As the Genocide in Gaza Continues, Palestinian K-pop Fans Organize For Their People

 

2023.10.7.以降のパレスチナ、ガザでの虐殺で、アミやそのほかKPOPファンダムのイスラエルボイコットの動き、特にハイブへの #HybeDivestFromZionism アクションについての記事です。パレスチナルーツのアミたちの思いや、これまでの努力、ファンダム内での対立などについて詳しく書かれています。

DeepLに訳してもらって、その後編集しています。

PASTEマガジンはアメリカのエンタメ関連のウェブマガジン。

ガザでの大虐殺が続く中、パレスチナK-POPファンが同胞のために組織する

K-POPファンは現在、業界最大の企業であるHYBEにイスラエルからの資産売却を迫るため、ボイコットを組織している。
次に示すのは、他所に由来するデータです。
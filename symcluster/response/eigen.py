"""Eigenvectors of every level at an exact point, certified against the exact spectrum.

For a solved model and an exact rational point, :class:`PointSystem` gives, sector by
sector ``(N_up, N_dn)``, an orthonormal basis of every eigenspace of H in the Fock basis
(the fermion ordering of docs/conventions.md), at a working precision well beyond the
requested digits, with a proven bound on its error:

1. the sector matrix of H is read off the model's terms (``hilbert.action``) with exact
   rational entries at the point;
2. a float64 eigendecomposition gives approximate eigenvectors; each float eigenvalue is
   matched with the exact level it belongs to (the spectrum's certified values and
   multiplicities per sector; a mismatch is a :class:`VerificationError`);
3. the eigenvectors are refined in ball arithmetic (python-flint ``arb_mat``) by the
   iteration of Ogita and Aishima, with the exact eigenvalues in the place of Ritz
   values, until the certificate below reaches the requested digits;
4. certificate, per eigenspace A of dimension d_A with computed basis X_A: the Gram
   defect eta = ||X_A^T X_A - 1||_F and the residual r = ||H X_A - E_A X_A||_F are
   enclosed in balls; with delta the distance from E_A to the other exact levels of the
   sector, the Davis-Kahan sin-theta theorem bounds the projector error
   ||P_A - X_A X_A^T||_2 <= eps_A = eta + r / (sqrt(1 - eta) delta).

The exact eigenvalues and their multiplicities come from the spectrum (each verified when
it was solved); the vectors come from the sector matrix.  Levels whose values coincide
at the point to within ``10**-(digits + 8)`` of the energy scale form one eigenspace.

References
----------
T. Ogita, K. Aishima, "Iterative refinement for symmetric eigenvalue decomposition",
Japan J. Indust. Appl. Math. 35, 1007 (2018) [from memory].
C. Davis, W. M. Kahan, "The rotation of eigenvectors by a perturbation. III",
SIAM J. Numer. Anal. 7, 1 (1970) [from memory].
"""

from dataclasses import dataclass, field
from fractions import Fraction
import flint
import mpmath
import numpy as np

from symcluster.errors import ModelError, VerificationError
from symcluster.hilbert.action import HamiltonianAction
from symcluster.response.balls import arb_precision, to_arb, to_mpf, to_mpf_list, upper
from symcluster.spectrum import check_digits, energy_numeric
from symcluster.symmetry.termgraph import term_lattice_symmetry

__all__ = ["PointSystem", "SectorEigen", "Eigenspace", "arb_precision", "to_mpf", "to_arb",
           "upper", "ladder_matrix", "sector_sign", "to_mpf_list"]

#: iterations of the refinement before giving up (each roughly doubles the digits)
MAX_ITERATIONS = 12


def sector_sign(up, dn, mode, spin):
    """Sign of c_{mode,spin} (or its adjoint) on |up, dn>: the parity of the occupied
    spin-orbitals before it in the ordering of docs/conventions.md (all up, then all down)."""
    below = (1 << mode) - 1
    if spin == 0:
        n = (up & below).bit_count()
    else:
        n = up.bit_count() + (dn & below).bit_count()
    return -1 if n & 1 else 1


def ladder_matrix(space, src_states, dst_index, mode, spin, dagger):
    """The matrix of c_{mode,spin} (``dagger``: its adjoint) from one sector to the next.

    Returns a list of ``(row, column, sign)``: row in the target sector (``dst_index``,
    state -> row), column in ``src_states``.  On a projected space, images outside the
    space are dropped (the projected operator P c P).
    """
    out = []
    bit = 1 << mode
    for col, (up, dn) in enumerate(src_states):
        word = up if spin == 0 else dn
        if bool(word & bit) == dagger:
            continue
        sign = sector_sign(up, dn, mode, spin)
        new = (up ^ bit, dn) if spin == 0 else (up, dn ^ bit)
        if space.projected and not space.allows(*new):
            continue
        out.append((dst_index[new], col, sign))
    return out


@dataclass
class Eigenspace:
    """One eigenspace of a sector at the point.

    Attributes
    ----------
    value : mpmath.mpf
        The certified energy (digits + 15 digits).
    dim : int
    columns : list of int
        Its columns in the sector's eigenvector matrix.
    levels : list of Level
        The spectrum's levels whose states it holds in this sector.
    eps : float
        Proven bound of ||P - X X^T||_2 (see the module docstring).
    eta : float
        Gram defect ||X^T X - 1||_F of its columns.
    """

    value: object
    dim: int
    columns: list
    levels: list
    eps: object = None       # set when the eigenspace is refined and certified
    eta: object = None


@dataclass
class SectorEigen:
    """Every eigenspace of one sector, with the refined eigenvector matrix."""

    sector: tuple
    states: list
    index: dict
    X: object                    # arb_mat n x n, columns = eigenvectors
    spaces: list
    H: object                    # arb_mat of H at the point
    iterations: int = 0
    worst_eps: float = 0.0
    rows: list = field(default=None, repr=False)   # X as a list of rows of arb

    def columns(self, space):
        """The columns of one eigenspace as an arb_mat (n x d)."""
        rows = self.rows
        return flint.arb_mat([[r[c] for c in space.columns] for r in rows])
By Kayti Burt  |  June 14, 2024

ファンダム(特に10代の少女や女性がよく利用するもの)は、しばしば「現実」世界から目をそらす愚かなものとして否定される。しかし、オンライン上のファンダムは政治的な力を持つこともある。その最も有名な例がK-POPの世界だ。

 

この8ヶ月間、K-POPファンダムは、他の多くのオンラインコミュニティや現実世界のコミュニティとともに、ガザで起きている進行中の人道危機と戦争犯罪に多くの関心を向けてきた。それ以来数ヶ月間、イスラエルによるガザへの軍事砲撃は、36,000人以上のパレスチナ人を殺害し、ガザに住む200万人以上の人々の多くが、食料、水、避難所、医療を受けられないままになっている。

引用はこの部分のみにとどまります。